### [Prompt]
If a line in the records below contains the word "files", copy it.

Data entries

//! Board configuration files (TOML, diodestat's own schema; see
//! `docs/board-config.md`): the diode's limits, ramps, loop gains,
//! derating, protections, calibration, temperature table and tick rate of
//! one board, and the simulated module it drives. [`load_board`] reads a
//! file into the core's [`Config`] and validates it, so the simulator runs
//! and `diodestat export` emits exactly what the file says.
//!
//! Calibration is either given channel by channel or derived from the
//! module's nominal hardware by the factory calibration of [`crate::calibration`];
//! the temperature table is either built from the module's sensor equation
//! or given as points (inline or in a CSV file beside the board file).

use std::fmt;
use std::path::{Path, PathBuf};

use diodestat_core::TEMP_TABLE_LEN;
use diodestat_core::{
    ApcForm, Calibration, CurrentForm, CurrentSenseForm, DacForm, Decimal, DeratingForm,
    DiodePoint, FormError, MonitorForm, Plausibility, PlausibilityForm, PowerForm, ProtectionForm,
    Quantity, Rail, RampForm, SupplyForm, TempCal, TempPointForm, Written,
};
use diodestat_core::{Config, ConfigError, Fx, Gain, TempPoint, Units, ValidConfig};
use serde::{Deserialize, Deserializer};

use crate::calibration;
use crate::campaign::verdict::{PassLines, SourceType};
use crate::files::{self, FileError};
use crate::laser_class::LaserClass;
use crate::locate::{locate, plain_message, Place, Seg};
use crate::module_file;
use crate::plant::DemoModule;
use crate::sim::DacLatency;
use crate::units::{self, Scale};

/// Longest board name, characters.
pub const MAX_NAME_CHARS: usize = 64;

### [Response area]
//! Board configuration files (TOML, diodestat's own schema; see
use crate::files::{self, FileError};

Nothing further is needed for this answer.